В сознании вдруг вспыхнули слова одного ученого, обращенные к лидерам стран мира: «Я призываю вас задуматься над тем, что и вы, и мы являемся представителями одного биологического вида — человека. Мы или уничтожим человечество как биологический вид, или отвергнем войны».
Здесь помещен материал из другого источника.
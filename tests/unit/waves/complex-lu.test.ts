import { describe, expect, it } from 'vitest'
import * as math from 'mathjs'
import { luFactor, luInverse, luSolve } from '../../../shared/waves/complex-lu'

/** Park–Miller minimal standard generator, fixed seed: synthetic test matrices only. */
function rng(seed: number) {
  let s = seed
  return () => (s = (s * 16807) % 2147483647) / 2147483647 - 0.5
}

describe('complex LU with partial pivoting', () => {
  it('solves A·x = b like mathjs.lusolve (independent general-purpose library)', () => {
    for (const n of [1, 2, 7, 30]) {
      const r = rng(11 + n)
      const ar = Float64Array.from({ length: n * n }, r)
      const ai = Float64Array.from({ length: n * n }, r)
      const br = Float64Array.from({ length: n }, r)
      const bi = Float64Array.from({ length: n }, r)
      const A = math.matrix(Array.from({ length: n }, (_, i) => Array.from({ length: n }, (_, j) => math.complex(ar[i * n + j]!, ai[i * n + j]!))))
      const b = math.matrix(Array.from({ length: n }, (_, i) => [math.complex(br[i]!, bi[i]!)]))
      const x = math.lusolve(A, b) as math.Matrix
      const fr = ar.slice()
      const fi = ai.slice()
      const piv = new Int32Array(n)
      expect(luFactor(n, fr, fi, piv)).toBe(true)
      const xr = br.slice()
      const xi = bi.slice()
      luSolve(n, fr, fi, piv, xr, xi)
      for (let i = 0; i < n; i++) {
        const c = x.get([i, 0]) as math.Complex
        expect(Math.abs(c.re - xr[i]!)).toBeLessThan(1e-10)
        expect(Math.abs(c.im - xi[i]!)).toBeLessThan(1e-10)
      }
      // and the inverse: A·A⁻¹ = I
      const inv = luInverse(n, fr, fi, piv)
      for (let i = 0; i < n; i++) {
        for (let j = 0; j < n; j++) {
          let sr = 0
          let si = 0
          for (let k = 0; k < n; k++) {
            sr += ar[i * n + k]! * inv.re[k * n + j]! - ai[i * n + k]! * inv.im[k * n + j]!
            si += ar[i * n + k]! * inv.im[k * n + j]! + ai[i * n + k]! * inv.re[k * n + j]!
          }
          expect(Math.abs(sr - (i === j ? 1 : 0))).toBeLessThan(1e-10)
          expect(Math.abs(si)).toBeLessThan(1e-10)
        }
      }
    }
  })

  it('pivots (zero leading entry) and reports a singular matrix', () => {
    // [[0, 1], [1, 0]]·x = [2, 3] → x = [3, 2]: fails without a row swap
    const ar = Float64Array.from([0, 1, 1, 0])
    const ai = new Float64Array(4)
    const piv = new Int32Array(2)
    expect(luFactor(2, ar, ai, piv)).toBe(true)
    const br = Float64Array.from([2, 3])
    const bi = new Float64Array(2)
    luSolve(2, ar, ai, piv, br, bi)
    expect(Array.from(br)).toEqual([3, 2])
    expect(luFactor(2, Float64Array.from([1, 2, 2, 4]), new Float64Array(4), piv)).toBe(false)
  })
})
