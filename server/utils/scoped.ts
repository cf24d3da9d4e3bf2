import { and, eq } from 'drizzle-orm'
import type { Db } from './db'

/** A sample of the given lab, or 404 (another lab's sample is indistinguishable from none). */
export async function sampleInLab(db: Db, labId: number, sampleId: number) {
  const sample = await db.query.samples.findFirst({ where: and(eq(schema.samples.id, sampleId), eq(schema.samples.lab_id, labId)) })
  if (!sample) throw createError({ statusCode: 404, message: 'No such sample' })
  return sample
}

export async function buildInLab(db: Db, labId: number, buildId: number) {
  const build = await db.query.builds.findFirst({ where: and(eq(schema.builds.id, buildId), eq(schema.builds.lab_id, labId)) })
  if (!build) throw createError({ statusCode: 404, message: 'No such build' })
  return build
}
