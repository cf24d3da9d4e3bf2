import type { H3Event } from 'h3'

/** Absolute base URL for links in e-mails: configured, else the address the request came in on. */
export function baseUrl(event: H3Event): string {
  const configured = useRuntimeConfig(event).publicBaseUrl
  if (configured) return configured.replace(/\/$/, '')
  return getRequestURL(event).origin
}
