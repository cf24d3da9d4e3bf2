import nodemailer from 'nodemailer'

export interface Mail { to: string | string[], subject: string, text: string, html?: string, attachments?: { filename: string, content: Buffer, cid?: string }[] }

// Production: the SMTP host from the environment. Development and tests: the local fake SMTP
// server that the fake-smtp plugin starts (it keeps every message for /dev/outbox).
function transport() {
  const { smtp, fakeSmtp } = useRuntimeConfig()
  if (smtp.host) {
    return nodemailer.createTransport({
      host: smtp.host,
      port: Number(smtp.port),
      secure: Boolean(smtp.secure),
      auth: smtp.user ? { user: smtp.user, pass: smtp.pass } : undefined,
    })
  }
  if (fakeSmtp.enabled) {
    return nodemailer.createTransport({ host: '127.0.0.1', port: Number(fakeSmtp.port), secure: false, ignoreTLS: true })
  }
  return undefined
}

export async function sendMail(mail: Mail): Promise<{ sent: boolean }> {
  const t = transport()
  if (!t) {
    console.warn(`[tessera] no SMTP configured; mail "${mail.subject}" to ${String(mail.to)} not sent`)
    return { sent: false }
  }
  await t.sendMail({ from: useRuntimeConfig().smtp.from, ...mail })
  return { sent: true }
}
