// Hard-wall circular corral: levels, point spectrum and LDOS map (contract in DESIGN.md §4).
export default defineEventHandler(async (event) => {
  await requireUserId(event)
  return runCompute({ kind: 'corral', input: await readJson(event) })
})
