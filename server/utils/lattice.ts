import { InputError } from '#shared/errors'
import { getSiteType, getSurface } from '#shared/lattice/surfaces'

/** A lattice placed by hand: checked for a usable cell, with its rotation reported like a fit's. */
export function handLattice(body: { surface: string, site: string, a1: [number, number], a2: [number, number], origin: [number, number], basis?: [number, number][] }) {
  const surface = getSurface(body.surface)
  const site = getSiteType(surface, body.site)
  const cross = body.a1[0] * body.a2[1] - body.a1[1] * body.a2[0]
  const l1 = Math.hypot(...body.a1), l2 = Math.hypot(...body.a2)
  if (!(l1 > 1e-6)) throw new InputError('a1', 'a1 has zero length')
  if (!(l2 > 1e-6)) throw new InputError('a2', 'a2 has zero length')
  // Relative test (|sin| of the angle between them): typed-in vectors that are parallel up to rounding count as parallel.
  if (!(Math.abs(cross) > 1e-3 * l1 * l2)) throw new InputError('a2', 'a1 and a2 must not be parallel: the two cell vectors must span the plane')
  return {
    surface: surface.id, site: site.name, a1: body.a1, a2: body.a2, origin: body.origin,
    ...(body.basis && body.basis.length > 1 && { basis: body.basis }),
    rotation_deg: Math.atan2(body.a1[1], body.a1[0]) * 180 / Math.PI,
    residual_nm: null, outliers: [],
  }
}

/** The same lattice with its origin moved by whole lattice vectors to the site nearest `near`. */
export function anchorOrigin<T extends { a1: [number, number], a2: [number, number], origin: [number, number] }>(fit: T, near: [number, number]): T {
  const { a1, a2, origin } = fit
  const det = a1[0] * a2[1] - a1[1] * a2[0]
  if (!(Math.abs(det) > 1e-12)) return fit
  const dx = near[0] - origin[0], dy = near[1] - origin[1]
  const i = Math.round((dx * a2[1] - dy * a2[0]) / det)
  const j = Math.round((a1[0] * dy - a1[1] * dx) / det)
  return { ...fit, origin: [origin[0] + i * a1[0] + j * a2[0], origin[1] + i * a1[1] + j * a2[1]] }
}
То, чего опасался выдающийся ученый, — изменение человеческой природы — уже было во мне и угрожало моему сыну. А я не хочу, чтобы это сказалось ни на одном ребенке, в том числе и на моем сыне.
Сын, которого я оттолкнула, растерянно, словно на него неожиданно опрокинули ушат холодной воды, смотрел на меня снизу вверх круглыми глазами. Затем его розовые с тонкой кожицей губы надулись и лицо приняло недовольное выражение. Белые, длинные, до колен, гольфы съехали на одной ноге до лодыжки. Мальчик, стоявший широко расставив ноги, поначалу отстранился, но потом прижался ко мне. Его нежная, пахнущая молоком щека коснулась моей.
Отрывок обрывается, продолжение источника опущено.